(Data records)
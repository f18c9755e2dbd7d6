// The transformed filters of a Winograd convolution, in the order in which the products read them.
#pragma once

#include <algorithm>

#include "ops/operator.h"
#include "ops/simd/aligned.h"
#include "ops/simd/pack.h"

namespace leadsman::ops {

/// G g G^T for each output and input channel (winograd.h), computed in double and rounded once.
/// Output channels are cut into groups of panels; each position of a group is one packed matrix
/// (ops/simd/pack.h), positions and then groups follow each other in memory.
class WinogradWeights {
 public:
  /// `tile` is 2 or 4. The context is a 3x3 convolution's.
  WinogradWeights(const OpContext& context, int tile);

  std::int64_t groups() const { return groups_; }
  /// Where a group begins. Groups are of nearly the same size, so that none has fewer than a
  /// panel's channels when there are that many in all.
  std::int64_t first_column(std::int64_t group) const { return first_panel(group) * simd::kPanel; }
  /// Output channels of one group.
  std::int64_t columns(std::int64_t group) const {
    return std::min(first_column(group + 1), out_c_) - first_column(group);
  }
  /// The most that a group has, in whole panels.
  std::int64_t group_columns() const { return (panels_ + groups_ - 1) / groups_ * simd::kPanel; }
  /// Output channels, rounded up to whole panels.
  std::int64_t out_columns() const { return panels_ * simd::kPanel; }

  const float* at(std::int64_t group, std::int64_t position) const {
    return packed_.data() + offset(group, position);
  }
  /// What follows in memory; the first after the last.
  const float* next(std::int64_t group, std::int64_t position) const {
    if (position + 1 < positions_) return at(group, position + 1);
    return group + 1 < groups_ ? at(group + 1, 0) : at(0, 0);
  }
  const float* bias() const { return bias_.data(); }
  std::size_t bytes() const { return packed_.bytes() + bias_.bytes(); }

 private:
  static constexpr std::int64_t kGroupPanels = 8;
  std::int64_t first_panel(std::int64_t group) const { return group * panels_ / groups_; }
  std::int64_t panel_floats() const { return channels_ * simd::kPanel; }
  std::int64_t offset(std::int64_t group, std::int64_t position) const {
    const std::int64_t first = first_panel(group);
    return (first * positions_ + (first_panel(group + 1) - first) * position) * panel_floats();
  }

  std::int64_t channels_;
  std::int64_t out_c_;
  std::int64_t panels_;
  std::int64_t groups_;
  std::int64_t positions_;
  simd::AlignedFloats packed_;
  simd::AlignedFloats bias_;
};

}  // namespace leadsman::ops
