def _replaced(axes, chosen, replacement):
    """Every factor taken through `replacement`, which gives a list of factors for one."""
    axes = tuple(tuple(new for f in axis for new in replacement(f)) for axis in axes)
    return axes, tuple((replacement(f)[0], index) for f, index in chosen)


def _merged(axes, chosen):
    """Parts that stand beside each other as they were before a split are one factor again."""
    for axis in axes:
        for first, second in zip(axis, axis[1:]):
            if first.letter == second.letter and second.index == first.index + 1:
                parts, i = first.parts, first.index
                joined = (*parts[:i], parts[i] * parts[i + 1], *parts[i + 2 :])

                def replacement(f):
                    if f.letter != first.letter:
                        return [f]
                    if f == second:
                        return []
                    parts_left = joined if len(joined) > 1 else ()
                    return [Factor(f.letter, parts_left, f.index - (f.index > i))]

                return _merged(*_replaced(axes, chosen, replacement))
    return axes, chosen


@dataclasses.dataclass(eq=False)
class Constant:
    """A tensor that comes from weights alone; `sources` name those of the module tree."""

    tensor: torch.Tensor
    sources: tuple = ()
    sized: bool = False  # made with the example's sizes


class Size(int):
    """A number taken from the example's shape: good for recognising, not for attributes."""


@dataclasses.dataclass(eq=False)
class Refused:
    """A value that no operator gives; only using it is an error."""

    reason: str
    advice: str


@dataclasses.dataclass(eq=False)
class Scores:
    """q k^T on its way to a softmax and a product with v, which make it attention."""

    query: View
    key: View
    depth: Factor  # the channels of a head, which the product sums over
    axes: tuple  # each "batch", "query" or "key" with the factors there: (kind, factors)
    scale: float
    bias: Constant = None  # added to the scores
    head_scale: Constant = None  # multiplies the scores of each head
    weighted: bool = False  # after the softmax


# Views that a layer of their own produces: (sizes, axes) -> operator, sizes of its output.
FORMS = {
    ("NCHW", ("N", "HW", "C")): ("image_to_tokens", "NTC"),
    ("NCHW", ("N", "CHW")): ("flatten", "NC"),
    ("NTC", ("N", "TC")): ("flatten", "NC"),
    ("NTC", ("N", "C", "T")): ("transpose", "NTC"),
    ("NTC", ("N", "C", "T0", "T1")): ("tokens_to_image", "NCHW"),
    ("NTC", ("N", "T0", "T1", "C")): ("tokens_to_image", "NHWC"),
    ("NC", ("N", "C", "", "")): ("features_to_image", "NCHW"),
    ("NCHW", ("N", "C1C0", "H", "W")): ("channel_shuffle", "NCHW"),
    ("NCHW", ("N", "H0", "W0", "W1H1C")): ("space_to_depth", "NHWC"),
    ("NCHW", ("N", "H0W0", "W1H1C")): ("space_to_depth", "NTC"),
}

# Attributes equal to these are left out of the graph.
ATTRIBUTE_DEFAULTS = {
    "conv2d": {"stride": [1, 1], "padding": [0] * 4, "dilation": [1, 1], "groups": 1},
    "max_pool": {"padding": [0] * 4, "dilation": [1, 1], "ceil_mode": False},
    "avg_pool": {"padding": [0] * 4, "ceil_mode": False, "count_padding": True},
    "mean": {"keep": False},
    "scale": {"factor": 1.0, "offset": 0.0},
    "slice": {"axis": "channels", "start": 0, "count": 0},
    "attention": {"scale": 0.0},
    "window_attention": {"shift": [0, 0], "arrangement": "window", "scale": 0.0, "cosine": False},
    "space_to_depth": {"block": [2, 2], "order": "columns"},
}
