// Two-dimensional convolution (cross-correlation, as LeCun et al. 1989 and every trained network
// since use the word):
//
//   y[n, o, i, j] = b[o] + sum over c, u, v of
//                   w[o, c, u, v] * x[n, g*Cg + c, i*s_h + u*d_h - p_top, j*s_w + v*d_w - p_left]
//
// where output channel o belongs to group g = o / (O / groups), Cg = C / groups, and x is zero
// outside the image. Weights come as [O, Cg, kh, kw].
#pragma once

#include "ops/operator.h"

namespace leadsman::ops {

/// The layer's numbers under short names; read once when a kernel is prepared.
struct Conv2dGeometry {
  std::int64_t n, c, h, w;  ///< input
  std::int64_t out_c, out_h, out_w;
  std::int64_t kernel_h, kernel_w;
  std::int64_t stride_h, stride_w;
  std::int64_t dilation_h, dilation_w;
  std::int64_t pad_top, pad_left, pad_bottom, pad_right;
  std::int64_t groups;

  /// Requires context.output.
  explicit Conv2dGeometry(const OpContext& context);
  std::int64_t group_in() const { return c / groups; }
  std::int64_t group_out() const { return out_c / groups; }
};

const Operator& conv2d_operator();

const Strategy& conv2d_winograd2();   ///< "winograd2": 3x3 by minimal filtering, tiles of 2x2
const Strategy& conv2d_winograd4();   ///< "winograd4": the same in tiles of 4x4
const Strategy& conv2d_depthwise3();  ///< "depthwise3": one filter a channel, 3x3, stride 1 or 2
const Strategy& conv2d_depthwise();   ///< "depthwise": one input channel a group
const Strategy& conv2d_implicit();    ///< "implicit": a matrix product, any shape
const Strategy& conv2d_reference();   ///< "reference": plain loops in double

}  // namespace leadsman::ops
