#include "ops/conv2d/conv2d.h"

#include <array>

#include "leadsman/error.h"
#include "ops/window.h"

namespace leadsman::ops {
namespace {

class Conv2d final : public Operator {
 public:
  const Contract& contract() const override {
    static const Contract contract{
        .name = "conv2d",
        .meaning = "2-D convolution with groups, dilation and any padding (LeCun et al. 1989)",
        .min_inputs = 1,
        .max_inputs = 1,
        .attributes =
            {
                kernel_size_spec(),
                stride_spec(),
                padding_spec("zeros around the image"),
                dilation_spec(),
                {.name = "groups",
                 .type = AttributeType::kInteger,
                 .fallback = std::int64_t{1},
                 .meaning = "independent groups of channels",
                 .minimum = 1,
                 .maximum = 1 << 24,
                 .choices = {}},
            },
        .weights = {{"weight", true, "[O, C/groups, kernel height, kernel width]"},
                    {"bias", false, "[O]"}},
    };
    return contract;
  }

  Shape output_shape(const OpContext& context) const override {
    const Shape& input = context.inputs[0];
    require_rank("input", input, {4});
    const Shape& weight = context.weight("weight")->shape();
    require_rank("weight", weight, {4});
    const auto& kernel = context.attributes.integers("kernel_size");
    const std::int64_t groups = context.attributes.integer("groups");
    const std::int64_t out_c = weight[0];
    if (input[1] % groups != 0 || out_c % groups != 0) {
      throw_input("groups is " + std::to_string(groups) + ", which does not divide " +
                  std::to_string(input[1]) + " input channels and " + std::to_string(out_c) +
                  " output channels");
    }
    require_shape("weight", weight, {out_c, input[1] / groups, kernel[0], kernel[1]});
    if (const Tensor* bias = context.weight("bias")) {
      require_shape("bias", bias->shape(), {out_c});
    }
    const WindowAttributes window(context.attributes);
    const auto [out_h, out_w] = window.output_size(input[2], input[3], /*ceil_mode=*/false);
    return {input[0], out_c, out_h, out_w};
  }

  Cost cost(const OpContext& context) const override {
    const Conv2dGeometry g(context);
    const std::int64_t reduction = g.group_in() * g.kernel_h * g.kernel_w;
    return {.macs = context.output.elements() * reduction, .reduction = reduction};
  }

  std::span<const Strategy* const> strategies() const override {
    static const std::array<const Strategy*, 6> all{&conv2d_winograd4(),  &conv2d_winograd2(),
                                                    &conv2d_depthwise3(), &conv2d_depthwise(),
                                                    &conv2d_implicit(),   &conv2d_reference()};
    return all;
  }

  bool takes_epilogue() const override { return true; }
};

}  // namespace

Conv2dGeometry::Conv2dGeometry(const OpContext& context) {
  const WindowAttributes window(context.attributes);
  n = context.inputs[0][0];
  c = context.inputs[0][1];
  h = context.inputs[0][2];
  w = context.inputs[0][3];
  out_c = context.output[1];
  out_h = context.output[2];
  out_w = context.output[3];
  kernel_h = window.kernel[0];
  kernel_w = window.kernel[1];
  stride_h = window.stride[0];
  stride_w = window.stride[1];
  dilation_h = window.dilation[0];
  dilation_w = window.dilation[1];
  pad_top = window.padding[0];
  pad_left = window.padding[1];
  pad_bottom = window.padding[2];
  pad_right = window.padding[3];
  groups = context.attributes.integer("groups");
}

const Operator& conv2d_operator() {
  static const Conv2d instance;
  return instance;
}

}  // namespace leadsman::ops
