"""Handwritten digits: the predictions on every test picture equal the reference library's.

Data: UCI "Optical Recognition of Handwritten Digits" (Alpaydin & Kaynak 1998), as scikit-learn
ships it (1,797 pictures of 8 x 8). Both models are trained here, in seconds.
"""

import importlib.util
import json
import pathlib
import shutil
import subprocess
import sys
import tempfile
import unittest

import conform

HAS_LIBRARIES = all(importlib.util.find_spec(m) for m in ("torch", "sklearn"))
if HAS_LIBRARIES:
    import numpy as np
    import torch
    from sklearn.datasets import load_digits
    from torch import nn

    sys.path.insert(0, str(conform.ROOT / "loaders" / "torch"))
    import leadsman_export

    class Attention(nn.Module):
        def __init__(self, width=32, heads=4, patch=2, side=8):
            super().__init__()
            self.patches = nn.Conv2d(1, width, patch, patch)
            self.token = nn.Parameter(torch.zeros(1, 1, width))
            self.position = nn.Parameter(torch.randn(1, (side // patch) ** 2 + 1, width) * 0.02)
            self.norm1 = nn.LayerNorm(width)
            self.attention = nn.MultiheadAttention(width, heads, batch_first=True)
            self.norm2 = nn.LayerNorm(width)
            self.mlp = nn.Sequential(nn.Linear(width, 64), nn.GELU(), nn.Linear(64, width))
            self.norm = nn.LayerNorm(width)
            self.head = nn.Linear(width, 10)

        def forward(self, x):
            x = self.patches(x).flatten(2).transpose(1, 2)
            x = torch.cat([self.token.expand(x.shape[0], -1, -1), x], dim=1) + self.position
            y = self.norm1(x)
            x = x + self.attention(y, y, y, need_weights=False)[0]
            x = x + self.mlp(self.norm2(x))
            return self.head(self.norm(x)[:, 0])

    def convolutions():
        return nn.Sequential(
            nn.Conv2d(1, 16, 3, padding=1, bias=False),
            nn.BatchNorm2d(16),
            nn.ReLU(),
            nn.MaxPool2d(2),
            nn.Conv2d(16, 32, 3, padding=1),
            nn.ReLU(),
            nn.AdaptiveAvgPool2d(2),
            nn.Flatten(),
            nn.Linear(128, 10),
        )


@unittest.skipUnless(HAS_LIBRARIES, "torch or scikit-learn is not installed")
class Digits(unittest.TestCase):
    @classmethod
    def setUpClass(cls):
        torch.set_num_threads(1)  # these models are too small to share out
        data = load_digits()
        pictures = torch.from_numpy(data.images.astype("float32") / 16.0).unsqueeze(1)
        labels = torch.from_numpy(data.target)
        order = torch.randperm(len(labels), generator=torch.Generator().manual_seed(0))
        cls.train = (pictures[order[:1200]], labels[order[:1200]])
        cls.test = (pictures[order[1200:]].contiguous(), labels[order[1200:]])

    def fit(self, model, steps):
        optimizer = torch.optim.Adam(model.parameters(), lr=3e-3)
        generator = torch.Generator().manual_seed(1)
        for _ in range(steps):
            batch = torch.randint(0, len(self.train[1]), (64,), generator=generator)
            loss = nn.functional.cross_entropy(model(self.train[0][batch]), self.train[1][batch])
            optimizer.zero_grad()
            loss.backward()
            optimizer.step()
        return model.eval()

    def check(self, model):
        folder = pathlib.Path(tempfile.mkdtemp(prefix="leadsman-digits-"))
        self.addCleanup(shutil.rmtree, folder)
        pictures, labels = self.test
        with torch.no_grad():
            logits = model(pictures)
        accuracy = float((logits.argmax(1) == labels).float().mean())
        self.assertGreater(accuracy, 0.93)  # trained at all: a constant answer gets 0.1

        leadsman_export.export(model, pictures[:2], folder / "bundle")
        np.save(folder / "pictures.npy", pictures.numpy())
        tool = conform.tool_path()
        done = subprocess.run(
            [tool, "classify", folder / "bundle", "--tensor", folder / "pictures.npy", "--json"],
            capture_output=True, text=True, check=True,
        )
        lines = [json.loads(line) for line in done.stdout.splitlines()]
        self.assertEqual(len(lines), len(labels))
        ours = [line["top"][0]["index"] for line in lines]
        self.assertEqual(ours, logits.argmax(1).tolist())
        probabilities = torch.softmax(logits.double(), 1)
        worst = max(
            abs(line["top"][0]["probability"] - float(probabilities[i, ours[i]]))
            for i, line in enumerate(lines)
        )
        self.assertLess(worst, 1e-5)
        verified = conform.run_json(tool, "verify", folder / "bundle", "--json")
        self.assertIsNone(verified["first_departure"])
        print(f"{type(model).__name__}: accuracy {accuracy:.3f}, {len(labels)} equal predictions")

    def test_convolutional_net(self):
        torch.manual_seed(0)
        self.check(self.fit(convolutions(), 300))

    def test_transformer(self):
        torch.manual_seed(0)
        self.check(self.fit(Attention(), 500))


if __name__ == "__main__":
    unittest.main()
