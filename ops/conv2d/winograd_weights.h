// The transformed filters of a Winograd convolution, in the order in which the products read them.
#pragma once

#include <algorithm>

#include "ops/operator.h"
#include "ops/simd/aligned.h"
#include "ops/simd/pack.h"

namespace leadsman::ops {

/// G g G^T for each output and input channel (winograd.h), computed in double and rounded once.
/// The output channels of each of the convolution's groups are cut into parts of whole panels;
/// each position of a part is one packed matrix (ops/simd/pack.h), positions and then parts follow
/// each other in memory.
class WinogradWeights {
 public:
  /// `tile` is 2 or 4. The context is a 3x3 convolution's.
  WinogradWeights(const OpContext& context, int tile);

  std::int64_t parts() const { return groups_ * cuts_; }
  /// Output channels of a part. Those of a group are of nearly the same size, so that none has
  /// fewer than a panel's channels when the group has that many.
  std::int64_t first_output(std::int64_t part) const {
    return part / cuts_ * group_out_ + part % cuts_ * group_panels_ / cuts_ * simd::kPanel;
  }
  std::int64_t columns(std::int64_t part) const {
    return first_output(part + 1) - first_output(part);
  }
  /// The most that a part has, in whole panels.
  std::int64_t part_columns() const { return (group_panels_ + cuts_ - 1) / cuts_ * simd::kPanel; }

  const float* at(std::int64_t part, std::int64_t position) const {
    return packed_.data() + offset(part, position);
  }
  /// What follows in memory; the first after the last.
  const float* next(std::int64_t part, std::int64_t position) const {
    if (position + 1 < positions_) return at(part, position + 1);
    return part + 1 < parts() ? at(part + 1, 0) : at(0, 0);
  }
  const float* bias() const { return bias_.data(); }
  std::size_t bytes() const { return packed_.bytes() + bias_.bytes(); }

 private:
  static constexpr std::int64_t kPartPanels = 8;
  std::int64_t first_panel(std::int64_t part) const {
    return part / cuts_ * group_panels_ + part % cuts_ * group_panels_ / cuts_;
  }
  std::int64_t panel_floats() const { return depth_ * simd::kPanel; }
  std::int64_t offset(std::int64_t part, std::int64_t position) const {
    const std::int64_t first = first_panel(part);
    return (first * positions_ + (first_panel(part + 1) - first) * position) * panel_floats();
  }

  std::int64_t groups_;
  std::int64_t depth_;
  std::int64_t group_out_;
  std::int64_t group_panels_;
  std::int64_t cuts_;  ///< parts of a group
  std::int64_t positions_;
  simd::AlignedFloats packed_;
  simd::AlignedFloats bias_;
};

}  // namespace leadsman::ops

• **EXERCISE AIM**: How many lines of the data above include the word "sklearn"? Only that number should be returned.

• **RESULT OF THE EXERCISE**: 2